University of Lincoln, UK

Theoretical characterisation of assemblies of flat organic molecules on Au(111) surface

by Dr Manuela Mura

Centre for Materials Science Research Colloquium

Wednesday 20th of February 2013 at 13:00

Foster Building Lecture Theatre 3

Abstract: The phenomenon of self-assembly of atomic and molecular superstructures on crystal surfaces is attracting an increasing interest in nanotechnology. Self-organised nano-templates, where the self-assembled monolayer traps other molecules with selected functional properties, can be used to build large nanoscale structures. Self-assembled superstructures can form chiral domains ranging from 1D chains to 2D monolayers.

Herringbone phase of PTCDI molecules

Herringbone phase of PTCDI molecules

There have been many scanning tunneling microscopy (STM) studies of self-assembly of melamine, perylene tetra-carboxylic di-imide (PTCDI) or perylene tetra-carboxylic di-anhydride (PTCDA) molecules on the Au(111) and Ag/Si(111) surfaces. STM images of these networks do not reveal the exact details of the intermolecular bonding and the network growth. Therefore theory can help to determine the exact atomic structure of these networks.

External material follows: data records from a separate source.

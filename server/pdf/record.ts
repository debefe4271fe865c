import type { StoredEntry } from '../../shared/record/entry'
import { logRoot } from '../../shared/record/merkle'
import { temperatureCharts } from '../../shared/record/record-charts'
import type { OutageState } from '../../shared/record/state'
import type { RecordSummary } from '../../shared/record/summary'
import { hashWords } from '../../shared/record/summary-words'
import { temperatureWords } from '../../shared/charts/words'
import { drawTemperatures } from './charts'
import { drawEntries, drawLooseEnds } from './entry-sections'
import { Feet } from './foot'
import type { FontBytes } from './fonts'
import { drawForecasts, drawPlantWarnings } from './forecast-sections'
import { drawFront } from './front'
import { drawPhotos } from './photos'
import { drawChecks, drawDarks, drawPlan } from './plan-sections'
import { drawCautions, drawProof, drawVerifying } from './proof'
import { drawPoints, drawRounds } from './run-sections'
import { Sheet } from './sheet'
import { Typesetter } from './typesetter'
import type { PaperVariant } from './variant'
import { attachRecord, openDocument } from './variant'
import { drawInstruments, drawVerdicts } from './verdict-sections'

/** All that the paper is made from; the same input makes the same bytes. */
export interface RecordPaper {
  state: OutageState
  entries: readonly StoredEntry[]
  summary: RecordSummary
  /** when the last entry was received, Unix ms: the date of the document */
  now: number
  /** seq → its signature fits its signer's key */
  verified: ReadonlyMap<number, boolean>
  /** whether the sealed root is that of the entries; null where there is no seal */
  sealHolds: boolean | null
  /** drawn signatures by hash, as PNG or JPEG without transparency */
  drawings: ReadonlyMap<string, Uint8Array>
  /** hashes of the files that the store holds */
  held: ReadonlySet<string>
  /** gives a photo as a small JPEG when it is drawn; null where its bytes cannot be had */
  picture: (hash: string) => Promise<Uint8Array | null>
  variant: PaperVariant
  /** record.json, which a paper of the variant `record` carries */
  record: string
}

const CHART_HEIGHT = 168

/**
 * Starts the document. It is a stream to be read at once; `written` ends when all has been drawn.
 * @throws nothing itself: `written` rejects, and the stream then ends with the same error
 */
export function openRecordPdf(paper: RecordPaper, fonts: FontBytes): { doc: PDFKit.PDFDocument, written: Promise<void> } {
  const { heading } = paper.summary
  const title = `Record of a controller outage${heading.code ? ` ${heading.code}` : ''}: ${heading.site}, ${heading.controller}`
  const subject = `${heading.planned ? heading.work : 'unplanned outage'}, ${heading.site}`
  const doc = openDocument(paper.variant, paper.state.snapshot.site.paper, { title, subject, date: paper.now })
  if (paper.variant === 'record') attachRecord(doc, paper.record, paper.now)
  const written = draw(doc, paper, fonts)
  written.catch((error: unknown) => doc.destroy(error instanceof Error ? error : new Error(String(error))))
  return { doc, written }
}

async function draw(doc: PDFKit.PDFDocument, paper: RecordPaper, fonts: FontBytes): Promise<void> {
  const type = new Typesetter(doc, fonts)
  const root = paper.state.sealed ? `seal ${hashWords(paper.state.sealed.root)}` : `not sealed, root ${hashWords(logRoot(paper.entries))}`
  const feet = new Feet(doc, type, `${paper.summary.heading.code ?? 'not numbered'} · ${root}`)
  const sheet = new Sheet(doc, type, paper.state.snapshot.site.paper, feet)
  drawFront(sheet, paper)
  drawCharts(sheet, paper)
  await drawPlan(sheet, paper)
  await drawChecks(sheet, paper)
  await drawPoints(sheet, paper)
  await drawDarks(sheet, paper)
  await drawRounds(sheet, paper)
  await drawPlantWarnings(sheet, paper)
  await drawForecasts(sheet, paper)
  await drawVerdicts(sheet, paper)
  await drawInstruments(sheet, paper)
  await drawLooseEnds(sheet, paper)
  await drawEntries(sheet, paper)
  await drawPhotos(sheet, paper)
  await drawProof(sheet, paper)
  drawCautions(sheet, paper)
  drawVerifying(sheet, paper)
  sheet.end()
  feet.end()
  doc.end()
}

function drawCharts(sheet: Sheet, { state, summary, now }: RecordPaper): void {
  for (const chart of temperatureCharts(state, now)) {
    sheet.begin(`Product temperatures, °${chart.unit}`, CHART_HEIGHT, `Product temperatures, limit ${temperatureWords(chart.limit, chart.unit)}`)
    drawTemperatures(sheet, chart, summary.heading.timeZone, CHART_HEIGHT)
    if (chart.left > 0) sheet.paragraph(`Drawn: the ${chart.cases.length} cases that came nearest to their limit; ${chart.left} more stand in the tables.`, { style: { size: 7.5 } })
  }
}
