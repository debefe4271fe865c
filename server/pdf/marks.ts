import { COLOURS } from './sheet'

type Document = PDFKit.PDFDocument
/** The marks of points and entries: a shape says the state, a colour only repeats it. */
export type PaperMark = 'auto' | 'hand' | 'proven' | 'excused' | 'questioned'

/** Draws a mark, 7 points across, beside words whose baseline is given. */
export function drawMark(doc: Document, mark: PaperMark, x: number, baseline: number): void {
  const size = 7
  doc.save().translate(x, baseline - size + 0.6).scale(size / 24)
  if (mark === 'hand') {
    doc.rect(2, 2, 20, 20).lineWidth(2).fillAndStroke(COLOURS['hand-fill'], COLOURS.ink)
  } else {
    const colour = mark === 'proven' ? COLOURS.fine : mark === 'auto' ? COLOURS['ink-2'] : COLOURS.ink
    doc.lineWidth(2.5).strokeColor(colour).circle(12, 12, 9.75).stroke()
    if (mark === 'proven') doc.path('M7 12.3l3.6 3.9L17.2 8.4').lineWidth(2.8).stroke()
    if (mark === 'excused') doc.path('M6 12h12').lineWidth(3).stroke()
    if (mark === 'questioned') doc.path('M9 9.4a3 3 0 1 1 4.4 2.7c-1 .5-1.4 1-1.4 2M12 15.9v2').lineWidth(2.4).stroke()
  }
  doc.restore()
}
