import PDFDocument from 'pdfkit'
import type { Paper } from './sheet'
import { paperSize } from './sheet'

type Document = PDFKit.PDFDocument

/**
 * What a paper is made for. `record` carries record.json and the marks of PDF/A-3a as pdfkit writes them, which nothing
 * here validates; `a1b` carries no file and is checked against PDF/A-1b (ISO 19005-1) by the tests.
 */
export const PAPER_VARIANTS = ['record', 'a1b'] as const
export type PaperVariant = (typeof PAPER_VARIANTS)[number]

const MARKS = {
  record: { pdfVersion: '1.7', subset: 'PDF/A-3a' },
  a1b: { pdfVersion: '1.4', subset: 'PDF/A-1b' },
} as const

/** What pdfkit's types leave out. */
interface Inner { info: Record<string, unknown>, _addInfo: () => void }

/** An empty document of a variant. @param date Unix ms, so that the same record makes the same bytes */
export function openDocument(variant: PaperVariant, paper: Paper, { title, subject, date }: { title: string, subject: string, date: number }): Document {
  const doc = new PDFDocument({
    ...MARKS[variant], autoFirstPage: false, size: paperSize(paper), margin: 0, tagged: true, lang: 'en', displayTitle: true,
    // Without a font of its own the constructor would load a standard one that the paper does not use.
    font: null as never,
    // No ModDate: pdfkit writes none into the XMP, and the two must say the same (ISO 19005-1, 6.7.3).
    info: { Title: printable(title), Author: 'Holdover', Subject: printable(subject), Creator: 'Holdover', Producer: 'Holdover', CreationDate: new Date(date) },
  })
  escapeMetadata(doc)
  return doc
}

/** Attaches record.json, with dates of its own. */
export function attachRecord(doc: Document, text: string, date: number): void {
  doc.file(Buffer.from(text), { name: 'record.json', type: 'application/json', description: 'The record with all that it is verified by', creationDate: new Date(date), modifiedDate: new Date(date), relationship: 'Data' } as never)
}

/** pdfkit writes title and subject into the XMP as they are; an ampersand in a name would spoil it. */
function escapeMetadata(doc: Document): void {
  const inner = doc as unknown as Inner
  const addInfo = inner._addInfo.bind(doc)
  inner._addInfo = () => {
    const plain = inner.info
    inner.info = Object.fromEntries(Object.entries(plain).map(([name, value]) => [name, typeof value === 'string' ? escaped(value) : value]))
    addInfo()
    inner.info = plain
  }
}

const escaped = (text: string) => text.replaceAll('&', '&amp;').replaceAll('<', '&lt;').replaceAll('>', '&gt;')

/** Without what XML 1.0 has no place for. */
function printable(text: string): string {
  // eslint-disable-next-line no-control-regex -- finding control characters is what this is for
  return text.toWellFormed().replace(/[\u0000-\u001F\u007F-\u009F\uFFFE\uFFFF]/gu, ' ')
}
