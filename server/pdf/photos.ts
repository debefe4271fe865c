import { clockWords } from '../../shared/charts/words'
import { happenedAt, isoTime } from '../../shared/record/entry'
import { nameOf } from '../../shared/record/select'
import { told } from '../../shared/record/words'
import type { RecordPaper } from './record'
import type { Sheet } from './sheet'
import { COLOURS } from './sheet'
import type { Row } from './table'
import { drawTable } from './table'
import type { Style } from './typesetter'

const ACROSS = 3
const GAP = 14
/** Height of the box that a photo is fitted into, points. */
const BOX = 112
const WORDS: Style = { size: 8, colour: COLOURS.ink }
const HASH: Style = { face: 'mono', size: 6.5, colour: COLOURS['ink-2'] }
const LINE = 10
const HASH_LINE = 8.4

interface Photo { hash: string, seq: number, caption: string, did: string }
interface Place { x: number, y: number, width: number }

/** Photos as small pictures, each with its entry and the hash that was signed; then the drawn signatures by their hashes. */
export async function drawPhotos(sheet: Sheet, paper: RecordPaper): Promise<void> {
  const photos = [...photosOf(paper)]
  if (photos.length > 0) {
    sheet.begin('Photos', BOX + 60)
    sheet.paragraph('Each is named by the SHA-256 of its bytes, which the signed entry holds; what is printed here is a smaller copy.', { style: { size: 7.5 }, after: 6 })
    const width = (sheet.width - GAP * (ACROSS - 1)) / ACROSS
    for (let from = 0; from < photos.length; from += ACROSS) {
      await drawRow(sheet, paper, photos.slice(from, from + ACROSS), width)
      await sheet.pace.rest()
    }
  }
  const drawings = paper.entries.flatMap(({ seq, entry }) => 'drawing' in entry.body && typeof entry.body.drawing === 'string' ? [{ seq, hash: entry.body.drawing, by: nameOf(paper.state, entry.by) }] : [])
  if (drawings.length === 0) return
  sheet.begin('Drawn signatures')
  await drawTable(sheet, [{ label: 'No.', width: 30 }, { label: 'By', width: 0.4 }, { label: 'SHA-256 of the drawing', width: 280, style: { face: 'mono', size: 7 } }, { label: '', width: 50 }],
    drawings.map(({ seq, hash, by }): Row => [String(seq), by, hash, paper.held.has(hash) ? 'held' : 'awaited']))
}

function* photosOf({ state, entries, summary }: RecordPaper): Generator<Photo> {
  for (const { seq, entry } of entries) {
    if (!('photos' in entry.body)) continue
    const { did, seen } = told(state, entry)
    for (const hash of entry.body.photos) {
      yield { hash, seq, did, caption: `No. ${seq}, ${clockWords(isoTime(happenedAt(entry)), summary.heading.timeZone, true)}, ${nameOf(state, entry.by)}: ${[did, seen].filter(Boolean).join(', ')}` }
    }
  }
}

async function drawRow(sheet: Sheet, { held, picture }: RecordPaper, photos: readonly Photo[], width: number): Promise<void> {
  const captions = photos.map(({ caption }) => sheet.type.wrap(caption, width, WORDS, 4))
  const pictures: (Uint8Array | null)[] = []
  for (const { hash } of photos) pictures.push(held.has(hash) ? await picture(hash) : null)
  const height = BOX + 6 + Math.max(...captions.map(lines => lines.length)) * LINE + 2 * HASH_LINE
  sheet.need(height)
  photos.forEach((photo, index) => drawOne(sheet, { photo, bytes: pictures[index]!, awaited: !held.has(photo.hash), lines: captions[index]! }, { x: sheet.left + index * (width + GAP), y: sheet.y, width }))
  sheet.y += height + 12
}

function drawOne(sheet: Sheet, { photo, bytes, awaited, lines }: { photo: Photo, bytes: Uint8Array | null, awaited: boolean, lines: string[] }, { x, y, width }: Place): void {
  const { doc, type } = sheet
  if (bytes) {
    const figure = sheet.element('Figure', { alt: `Photo of entry ${photo.seq}: ${photo.did}`, bbox: [x, y, x + width, y + BOX] })
    sheet.content(figure, 'Figure', () => doc.image(Buffer.from(bytes), x, y, { fit: [width, BOX], valign: 'center' } as never))
    figure.end()
  } else {
    sheet.artifact(() => doc.rect(x + 0.5, y + 0.5, width - 1, BOX - 1).lineWidth(0.75).dash(3, { space: 3 }).stroke(COLOURS.field).undash())
    const note = sheet.element('P')
    sheet.content(note, 'P', () => type.drawCentred(awaited ? 'awaited' : 'cannot be read now', x + width / 2, y + BOX / 2, { size: 8, colour: COLOURS['ink-2'] }))
    note.end()
  }
  const words = sheet.element('P')
  sheet.content(words, 'P', () => {
    lines.forEach((line, index) => type.draw(line, x, y + BOX + 12 + index * LINE, WORDS))
    const below = y + BOX + 12 + lines.length * LINE
    const half = photo.hash.length / 2
    type.draw(photo.hash.slice(0, half), x, below, HASH)
    type.draw(photo.hash.slice(half), x, below + HASH_LINE, HASH)
  })
  words.end()
}
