type Document = PDFKit.PDFDocument

/**
 * Keeps the drawing no further ahead of its reader than the stream's own buffer, and gives the event loop to others
 * meanwhile. pdfkit itself writes as fast as it draws, whoever reads.
 */
export class Pace {
  private wake: (() => void) | null = null

  constructor(private readonly doc: Document) {
    const waken = () => { this.wake?.() }
    doc._read = waken
    doc.once('close', waken)
  }

  /**
   * Lets others work, and waits for the reader where it is behind.
   * @throws Error when nobody reads any more
   */
  async rest(): Promise<void> {
    await new Promise(resolve => setImmediate(resolve))
    while (!this.doc.destroyed && this.doc.readableLength > this.doc.readableHighWaterMark) {
      await new Promise<void>((resolve) => { this.wake = resolve })
      this.wake = null
    }
    if (this.doc.destroyed) throw new Error('Nobody reads this paper any more')
  }
}
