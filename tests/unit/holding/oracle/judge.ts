/** The second implementation: a whole log judged, its deadline found by trying later moments one after another. */
import type { AssessInput } from '../../../../shared/schemas/assess'
import type { Seen } from './case'
import { OracleCase, over } from './case'
import type { OracleRow, Word } from './table'
import { MINUS_12, ORACLE_ROWS } from './table'

export interface OracleVerdict {
  verdict: Word | 'unknown'
  deadline: string | null
  limit: { value: number, unit: 'C' | 'F' }
  carefulMinutes: number
  linearMinutes: number
  startedWarm: boolean
  tooCold: boolean
  suspect: boolean
}

const WORDS: Word[] = ['within', 'above', 'act', 'discard']
/** Longer than any number in any row. ms */
const FAR = 50 * 3_600_000

function inUnit(value: number, from: 'C' | 'F', to: 'C' | 'F') {
  if (from === to) return value
  return to === 'F' ? value * 9 / 5 + 32 : (value - 32) * 5 / 9
}

/** How far off the reading may be: what it says of itself, or what the Food Code demands (4-203.11, 4-203.12, VA). */
function accuracyOf(reading: AssessInput['readings'][number], isAir: boolean, from: 'C' | 'F', to: 'C' | 'F') {
  if (reading.accuracy !== undefined) return inUnit(reading.accuracy, from, to) - inUnit(0, from, to)
  if (to === 'F') return isAir ? 3 : 2
  return isAir ? 1.5 : 1
}

/** The first ms, later than now, at which product that stays as it is has a worse verdict; null when it never has. */
function firstWorse(row: OracleRow, at: (now: number) => OracleCase, now: number): number | null {
  const rank = (moment: number) => WORDS.indexOf(row.says(at(moment)))
  const today = rank(now)
  if (rank(now + FAR) === today) return null
  let still = now
  let worse = now + FAR
  while (worse - still > 1) {
    const middle = Math.floor((still + worse) / 2)
    if (rank(middle) > today) worse = middle
    else still = middle
  }
  return worse
}

export function oracle(input: AssessInput): OracleVerdict {
  const name = `${input.rulebook}/${input.foodClass}`
  const row = name === 'eu-853-2004/quick-frozen' && input.site?.allowsMinus12 ? MINUS_12 : ORACLE_ROWS[name]!
  const limit = Math.min(row.limit, input.site?.limit ?? row.limit)
  const own = row.byAir ? 'air' : 'product'
  const seen: Seen[] = []
  let tooCold = false
  let suspect = false
  for (const reading of input.readings) {
    const method = reading.method ?? own
    const read = inUnit(reading.value, input.unit, row.unit)
    const value = input.site?.addAccuracy ? read + accuracyOf(reading, method === 'air', input.unit, row.unit) : read
    if (method === own) seen.push({ at: Date.parse(reading.at), value })
    if (method === own && row.cold !== undefined && over(row.cold, read)) tooCold = true
    if (method !== own && over(value, limit)) suspect = true
  }
  const now = Date.parse(input.now)
  const flags = { limit: { value: limit, unit: row.unit }, tooCold, suspect }
  if (seen.length === 0)
    return { verdict: 'unknown', deadline: null, carefulMinutes: 0, linearMinutes: 0, startedWarm: false, ...flags }

  const at = (moment: number) => new OracleCase(seen, Date.parse(input.darkAt), moment, input.intervalMinutes * 60_000, limit, input.site ?? {}, row.hot ?? Infinity)
  const of = at(now)
  const word = row.says(of)
  const worse = of.isWarm && word !== 'discard' ? firstWorse(row, at, now) : null
  return {
    verdict: word === 'within' && of.isLate ? 'unknown' : word,
    deadline: worse === null ? null : new Date(row.fallsAtTheMinute ? worse : worse - 1).toISOString(),
    carefulMinutes: of.carefulOver(limit) / 60_000,
    linearMinutes: of.linear() / 60_000,
    startedWarm: of.beganWarm,
    ...flags,
  }
}
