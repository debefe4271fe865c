import type { Face, FontBytes } from './fonts'
import { FACES, fontFiles } from './fonts'

type Document = PDFKit.PDFDocument
interface Glyphs { hasGlyphForCodePoint: (point: number) => boolean }

export interface Style { face?: Face, size?: number, colour?: string }

const ELLIPSIS = '…'

/** Measures, wraps and draws words: every letter in a font that has it, no line wider than its room. */
export class Typesetter {
  private readonly glyphs = new Map<string, Glyphs>()
  private readonly widths = new Map<string, number>()

  constructor(private readonly doc: Document, fonts: FontBytes) {
    for (const face of Object.keys(FACES) as Face[]) {
      for (const name of fontFiles(face)) {
        const bytes = fonts.get(name)!
        doc.registerFont(name, Buffer.from(bytes.buffer, bytes.byteOffset, bytes.byteLength))
      }
    }
  }

  /** Width of words on one line, in points. */
  width(text: string, { face = 'plain', size = 9 }: Style = {}): number {
    const parts = text.split(/(?<= )/)
    return parts.reduce((sum, part) => sum + this.partWidth(part, face), 0) * size / 1000
  }

  /** Lines no wider than `width`; a word longer than a line is broken, and what `most` lines cannot hold ends with an ellipsis. */
  wrap(text: string, width: number, style: Style = {}, most = Infinity): string[] {
    const lines: string[] = []
    for (const paragraph of text.replaceAll('\r\n', '\n').split('\n')) lines.push(...this.wrapParagraph(clean(paragraph), width, style))
    if (lines.length <= most) return lines
    return [...lines.slice(0, most - 1), this.cut(`${lines[most - 1]} ${ELLIPSIS}`, width, style)]
  }

  /** The words, or as many letters of them as fit with an ellipsis. */
  fit(text: string, width: number, style: Style = {}): string {
    const line = clean(text)
    return this.width(line, style) <= width ? line : this.cut(`${line}${ELLIPSIS}`, width, style)
  }

  /** Draws one line with its baseline at `y`. */
  draw(text: string, x: number, y: number, { face = 'plain', size = 9, colour = '#000000' }: Style = {}): void {
    let at = x
    const runs = this.runs(text, face)
    for (const run of runs) {
      this.doc.font(run.font).fontSize(size).fillColor(colour).text(run.text, at, y, { lineBreak: false, baseline: 'alphabetic' })
      if (runs.length > 1) at += this.runWidth(run) * size / 1000
    }
  }

  drawRight(text: string, right: number, y: number, style: Style = {}): void {
    this.draw(text, right - this.width(text, style), y, style)
  }

  drawCentred(text: string, centre: number, y: number, style: Style = {}): void {
    this.draw(text, centre - this.width(text, style) / 2, y, style)
  }

  private wrapParagraph(text: string, width: number, style: Style): string[] {
    const lines: string[] = []
    let line = ''
    for (const word of text.split(' ')) {
      const longer = line === '' ? word : `${line} ${word}`
      if (this.width(longer, style) <= width) { line = longer; continue }
      if (line !== '') lines.push(line)
      line = word
      while (this.width(line, style) > width) {
        const part = this.longestStart(line, width, style)
        lines.push(part)
        line = line.slice(part.length)
      }
    }
    return [...lines, line]
  }

  /** As many whole letters as fit, at least one. */
  private longestStart(word: string, width: number, style: Style): string {
    let part = ''
    for (const letter of word) {
      if (part !== '' && this.width(part + letter, style) > width) break
      part += letter
    }
    return part
  }

  private cut(text: string, width: number, style: Style): string {
    const letters = [...text.slice(0, -1).trimEnd()]
    while (letters.length > 0 && this.width(`${letters.join('').trimEnd()}${ELLIPSIS}`, style) > width) letters.pop()
    return `${letters.join('').trimEnd()}${ELLIPSIS}`
  }

  private partWidth(part: string, face: Face): number {
    const key = `${face} ${part}`
    const known = this.widths.get(key)
    if (known !== undefined) return known
    const width = this.runs(part, face).reduce((sum, run) => sum + this.runWidth(run), 0)
    this.widths.set(key, width)
    return width
  }

  /** In thousandths of the type size. */
  private runWidth({ font, text }: { font: string, text: string }): number {
    return this.doc.font(font).fontSize(1000).widthOfString(text)
  }

  /** Stretches of letters that one font file holds; a letter that none holds is written as a question mark. */
  private runs(text: string, face: Face): { font: string, text: string }[] {
    const files = fontFiles(face)
    const runs: { font: string, text: string }[] = []
    for (const letter of text) {
      const font = files.find(name => this.has(name, letter.codePointAt(0)!))
      const last = runs.at(-1)
      const written = font ? letter : '?'
      const name = font ?? files[0]!
      if (last?.font === name) last.text += written
      else runs.push({ font: name, text: written })
    }
    return runs
  }

  private has(name: string, point: number): boolean {
    let glyphs = this.glyphs.get(name)
    if (!glyphs) {
      glyphs = (this.doc.font(name) as unknown as { _font: { font: Glyphs } })._font.font
      this.glyphs.set(name, glyphs)
    }
    return glyphs.hasGlyphForCodePoint(point)
  }
}

/** Control characters have no place on paper; a tab is a space. */
function clean(text: string): string {
  // eslint-disable-next-line no-control-regex -- finding control characters is what this is for
  return text.replaceAll('\t', ' ').replace(/[\u0000-\u001F\u007F-\u009F\u200B-\u200F\u202A-\u202E\u2060-\u2069\uFEFF]/gu, '')
}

Brick-wall PTCDI monolayers observed with STM on the Au(111) surface

We present a theoretical study of self-assembly of molecular networks formed by organic molecules. We propose a systematic approach to build molecular superstructures based on the notion of binding sites. First, we identify all possible sites for hydrogen bonding between molecules. Then we form molecular pairs and larger structures using all possible combinations of these binding sites. In this way, we construct all possible dimers, chains and 2D monolayers dimers and chains of organic molecules. The energies of these structures are calculated using the density-functional theory implemented in SIESTA code. The strength of hydrogen bonding in various molecular arrangements is analysed. The theoretically predicted monolayer structures are in very good agreement with the results of STM measurements. We also investigate the nature of interaction of molecules and superstructures with the gold substrate and analyse the alignment of networks with the Au(111) surface.